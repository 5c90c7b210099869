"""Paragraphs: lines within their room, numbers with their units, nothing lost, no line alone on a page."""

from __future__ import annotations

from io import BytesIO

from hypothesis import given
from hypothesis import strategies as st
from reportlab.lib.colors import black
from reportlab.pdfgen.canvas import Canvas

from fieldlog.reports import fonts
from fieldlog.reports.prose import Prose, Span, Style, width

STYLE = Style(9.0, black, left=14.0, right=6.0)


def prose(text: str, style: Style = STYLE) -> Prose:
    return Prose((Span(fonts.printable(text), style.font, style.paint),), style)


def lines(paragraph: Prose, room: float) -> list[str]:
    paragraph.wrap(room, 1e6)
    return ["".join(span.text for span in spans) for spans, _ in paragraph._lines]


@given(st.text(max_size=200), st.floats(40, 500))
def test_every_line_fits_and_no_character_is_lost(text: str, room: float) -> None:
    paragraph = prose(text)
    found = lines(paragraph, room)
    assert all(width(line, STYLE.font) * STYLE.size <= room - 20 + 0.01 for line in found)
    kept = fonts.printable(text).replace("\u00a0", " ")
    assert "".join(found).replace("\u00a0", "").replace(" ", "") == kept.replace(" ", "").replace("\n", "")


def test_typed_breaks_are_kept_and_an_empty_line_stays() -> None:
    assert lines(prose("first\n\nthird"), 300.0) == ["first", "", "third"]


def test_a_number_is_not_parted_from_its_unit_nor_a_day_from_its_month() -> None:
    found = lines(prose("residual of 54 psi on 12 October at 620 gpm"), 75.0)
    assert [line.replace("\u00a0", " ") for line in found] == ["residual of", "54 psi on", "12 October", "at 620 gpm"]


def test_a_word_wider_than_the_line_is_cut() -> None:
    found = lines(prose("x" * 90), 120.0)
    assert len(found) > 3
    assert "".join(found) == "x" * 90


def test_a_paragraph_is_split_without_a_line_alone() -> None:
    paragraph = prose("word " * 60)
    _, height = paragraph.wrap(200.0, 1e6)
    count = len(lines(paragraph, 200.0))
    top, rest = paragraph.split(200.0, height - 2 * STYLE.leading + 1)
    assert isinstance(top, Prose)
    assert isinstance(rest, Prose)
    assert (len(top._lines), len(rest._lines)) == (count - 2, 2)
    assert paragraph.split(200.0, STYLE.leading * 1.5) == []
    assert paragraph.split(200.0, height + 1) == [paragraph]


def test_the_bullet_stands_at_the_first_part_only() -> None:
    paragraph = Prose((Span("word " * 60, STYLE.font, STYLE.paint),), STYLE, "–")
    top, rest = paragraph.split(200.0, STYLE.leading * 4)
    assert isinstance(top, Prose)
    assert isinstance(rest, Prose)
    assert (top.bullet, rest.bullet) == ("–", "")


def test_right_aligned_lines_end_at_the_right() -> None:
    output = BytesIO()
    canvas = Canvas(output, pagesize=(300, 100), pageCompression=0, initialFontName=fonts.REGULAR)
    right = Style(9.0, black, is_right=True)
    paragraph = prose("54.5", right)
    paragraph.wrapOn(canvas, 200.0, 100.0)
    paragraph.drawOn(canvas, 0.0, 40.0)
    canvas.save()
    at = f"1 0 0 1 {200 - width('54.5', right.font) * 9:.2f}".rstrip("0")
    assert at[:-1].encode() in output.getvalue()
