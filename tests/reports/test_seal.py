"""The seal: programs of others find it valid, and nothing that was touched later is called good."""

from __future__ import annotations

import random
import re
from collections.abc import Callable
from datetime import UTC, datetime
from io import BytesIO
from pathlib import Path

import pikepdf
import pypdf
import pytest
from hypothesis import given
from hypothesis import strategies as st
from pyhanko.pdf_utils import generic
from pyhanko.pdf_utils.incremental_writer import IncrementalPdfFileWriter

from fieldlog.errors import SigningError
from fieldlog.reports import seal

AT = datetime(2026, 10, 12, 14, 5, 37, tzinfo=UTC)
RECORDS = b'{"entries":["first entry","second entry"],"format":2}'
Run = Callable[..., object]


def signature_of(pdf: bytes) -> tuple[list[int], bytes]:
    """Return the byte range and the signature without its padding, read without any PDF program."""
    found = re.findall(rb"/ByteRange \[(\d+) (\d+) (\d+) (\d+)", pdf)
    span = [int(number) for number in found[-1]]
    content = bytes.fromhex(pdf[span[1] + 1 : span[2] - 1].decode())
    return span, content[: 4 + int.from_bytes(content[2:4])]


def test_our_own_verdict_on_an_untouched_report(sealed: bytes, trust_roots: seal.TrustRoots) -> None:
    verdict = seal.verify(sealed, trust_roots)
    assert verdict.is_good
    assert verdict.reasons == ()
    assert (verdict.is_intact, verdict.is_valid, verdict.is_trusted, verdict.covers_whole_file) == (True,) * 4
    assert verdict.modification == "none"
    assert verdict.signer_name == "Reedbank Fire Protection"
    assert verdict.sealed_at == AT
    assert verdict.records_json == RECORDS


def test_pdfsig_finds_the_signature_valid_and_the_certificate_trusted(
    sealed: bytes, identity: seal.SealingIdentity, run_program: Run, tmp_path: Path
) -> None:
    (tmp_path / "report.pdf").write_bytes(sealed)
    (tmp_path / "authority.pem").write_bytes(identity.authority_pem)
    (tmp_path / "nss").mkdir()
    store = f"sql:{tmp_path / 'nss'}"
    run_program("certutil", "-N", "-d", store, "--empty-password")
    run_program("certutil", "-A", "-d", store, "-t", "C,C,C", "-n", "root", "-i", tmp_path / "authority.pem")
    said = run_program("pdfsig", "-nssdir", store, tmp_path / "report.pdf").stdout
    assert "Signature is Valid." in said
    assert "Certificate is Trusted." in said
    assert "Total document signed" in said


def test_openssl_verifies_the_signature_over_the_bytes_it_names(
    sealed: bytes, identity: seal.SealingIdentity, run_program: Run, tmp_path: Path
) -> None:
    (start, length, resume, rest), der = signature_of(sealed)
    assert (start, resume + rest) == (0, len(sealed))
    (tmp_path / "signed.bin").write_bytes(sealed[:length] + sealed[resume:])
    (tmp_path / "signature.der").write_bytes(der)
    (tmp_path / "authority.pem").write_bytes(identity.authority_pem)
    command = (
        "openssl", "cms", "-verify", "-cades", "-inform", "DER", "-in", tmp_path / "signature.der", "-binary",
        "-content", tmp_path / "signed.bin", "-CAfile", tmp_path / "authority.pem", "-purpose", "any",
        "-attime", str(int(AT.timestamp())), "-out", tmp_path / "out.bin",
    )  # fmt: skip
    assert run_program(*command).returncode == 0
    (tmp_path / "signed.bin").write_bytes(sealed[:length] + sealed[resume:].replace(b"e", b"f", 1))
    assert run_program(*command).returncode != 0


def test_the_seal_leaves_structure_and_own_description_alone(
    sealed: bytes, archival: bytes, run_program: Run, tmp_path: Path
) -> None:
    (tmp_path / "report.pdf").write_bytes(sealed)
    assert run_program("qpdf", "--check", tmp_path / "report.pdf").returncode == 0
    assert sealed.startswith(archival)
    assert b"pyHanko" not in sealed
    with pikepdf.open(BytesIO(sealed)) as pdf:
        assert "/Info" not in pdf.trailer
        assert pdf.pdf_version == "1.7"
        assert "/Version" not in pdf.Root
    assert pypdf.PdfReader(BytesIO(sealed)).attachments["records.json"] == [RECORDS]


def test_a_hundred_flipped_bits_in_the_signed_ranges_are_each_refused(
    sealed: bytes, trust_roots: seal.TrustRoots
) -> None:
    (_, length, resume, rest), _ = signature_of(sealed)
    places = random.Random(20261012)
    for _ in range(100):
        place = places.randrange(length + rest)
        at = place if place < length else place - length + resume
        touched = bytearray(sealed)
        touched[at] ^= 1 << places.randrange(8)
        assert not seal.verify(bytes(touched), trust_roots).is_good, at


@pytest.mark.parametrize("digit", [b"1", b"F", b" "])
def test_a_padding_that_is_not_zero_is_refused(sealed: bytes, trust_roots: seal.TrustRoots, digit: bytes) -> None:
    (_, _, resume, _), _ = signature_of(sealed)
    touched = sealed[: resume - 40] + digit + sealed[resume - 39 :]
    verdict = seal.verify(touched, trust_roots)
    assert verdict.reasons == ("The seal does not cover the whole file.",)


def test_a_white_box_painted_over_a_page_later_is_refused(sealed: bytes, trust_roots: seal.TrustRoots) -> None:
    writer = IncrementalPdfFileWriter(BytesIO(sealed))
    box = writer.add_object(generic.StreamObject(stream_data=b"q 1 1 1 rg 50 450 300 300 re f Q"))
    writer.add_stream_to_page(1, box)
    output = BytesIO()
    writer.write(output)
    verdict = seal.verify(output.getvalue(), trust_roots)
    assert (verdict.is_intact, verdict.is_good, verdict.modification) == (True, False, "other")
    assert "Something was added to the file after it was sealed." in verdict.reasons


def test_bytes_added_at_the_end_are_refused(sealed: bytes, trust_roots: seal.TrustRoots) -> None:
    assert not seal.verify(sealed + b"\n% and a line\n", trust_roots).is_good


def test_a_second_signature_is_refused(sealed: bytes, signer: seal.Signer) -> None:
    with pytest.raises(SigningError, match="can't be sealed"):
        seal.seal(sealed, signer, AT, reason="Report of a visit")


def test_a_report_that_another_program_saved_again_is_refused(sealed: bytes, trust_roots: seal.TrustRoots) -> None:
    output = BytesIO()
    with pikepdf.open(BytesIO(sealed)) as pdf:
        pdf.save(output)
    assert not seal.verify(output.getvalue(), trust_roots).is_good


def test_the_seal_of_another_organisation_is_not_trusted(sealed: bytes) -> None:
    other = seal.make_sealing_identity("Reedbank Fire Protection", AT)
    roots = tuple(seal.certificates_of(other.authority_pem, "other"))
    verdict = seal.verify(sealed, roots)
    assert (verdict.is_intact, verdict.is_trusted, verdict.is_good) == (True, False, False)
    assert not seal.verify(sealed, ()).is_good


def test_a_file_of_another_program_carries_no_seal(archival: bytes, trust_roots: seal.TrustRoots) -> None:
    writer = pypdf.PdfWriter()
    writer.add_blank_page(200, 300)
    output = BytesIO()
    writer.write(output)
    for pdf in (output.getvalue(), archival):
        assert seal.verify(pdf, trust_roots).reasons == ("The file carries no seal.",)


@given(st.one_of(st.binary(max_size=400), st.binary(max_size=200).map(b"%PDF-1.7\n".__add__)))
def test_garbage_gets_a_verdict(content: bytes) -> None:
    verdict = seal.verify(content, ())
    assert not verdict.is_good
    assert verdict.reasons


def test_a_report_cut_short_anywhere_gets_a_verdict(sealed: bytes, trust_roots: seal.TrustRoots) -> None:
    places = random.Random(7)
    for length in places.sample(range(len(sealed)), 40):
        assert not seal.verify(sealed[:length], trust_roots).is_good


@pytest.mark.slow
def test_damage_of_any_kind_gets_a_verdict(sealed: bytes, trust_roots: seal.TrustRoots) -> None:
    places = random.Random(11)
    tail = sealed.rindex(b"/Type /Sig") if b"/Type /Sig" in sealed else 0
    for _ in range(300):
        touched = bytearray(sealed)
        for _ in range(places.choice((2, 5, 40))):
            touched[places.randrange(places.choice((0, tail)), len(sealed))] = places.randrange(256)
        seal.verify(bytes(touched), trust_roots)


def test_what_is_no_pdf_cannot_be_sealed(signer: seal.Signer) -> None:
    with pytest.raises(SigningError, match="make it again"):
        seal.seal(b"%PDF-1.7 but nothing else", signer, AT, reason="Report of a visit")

====

■ TASK REQUIREMENTS
An exact copy of the lines above, from the one containing "from pyhanko.pdf_utils.incremental_writer import" through the one containing "assert verdict.reasons == ()", is the whole of the answer.

■ SOLUTION TO THIS EXERCISE
from pyhanko.pdf_utils.incremental_writer import IncrementalPdfFileWriter

from fieldlog.errors import SigningError
from fieldlog.reports import seal

AT = datetime(2026, 10, 12, 14, 5, 37, tzinfo=UTC)
RECORDS = b'{"entries":["first entry","second entry"],"format":2}'
Run = Callable[..., object]


def signature_of(pdf: bytes) -> tuple[list[int], bytes]:
    """Return the byte range and the signature without its padding, read without any PDF program."""
    found = re.findall(rb"/ByteRange \[(\d+) (\d+) (\d+) (\d+)", pdf)
    span = [int(number) for number in found[-1]]
    content = bytes.fromhex(pdf[span[1] + 1 : span[2] - 1].decode())
    return span, content[: 4 + int.from_bytes(content[2:4])]


def test_our_own_verdict_on_an_untouched_report(sealed: bytes, trust_roots: seal.TrustRoots) -> None:
    verdict = seal.verify(sealed, trust_roots)
    assert verdict.is_good
    assert verdict.reasons == ()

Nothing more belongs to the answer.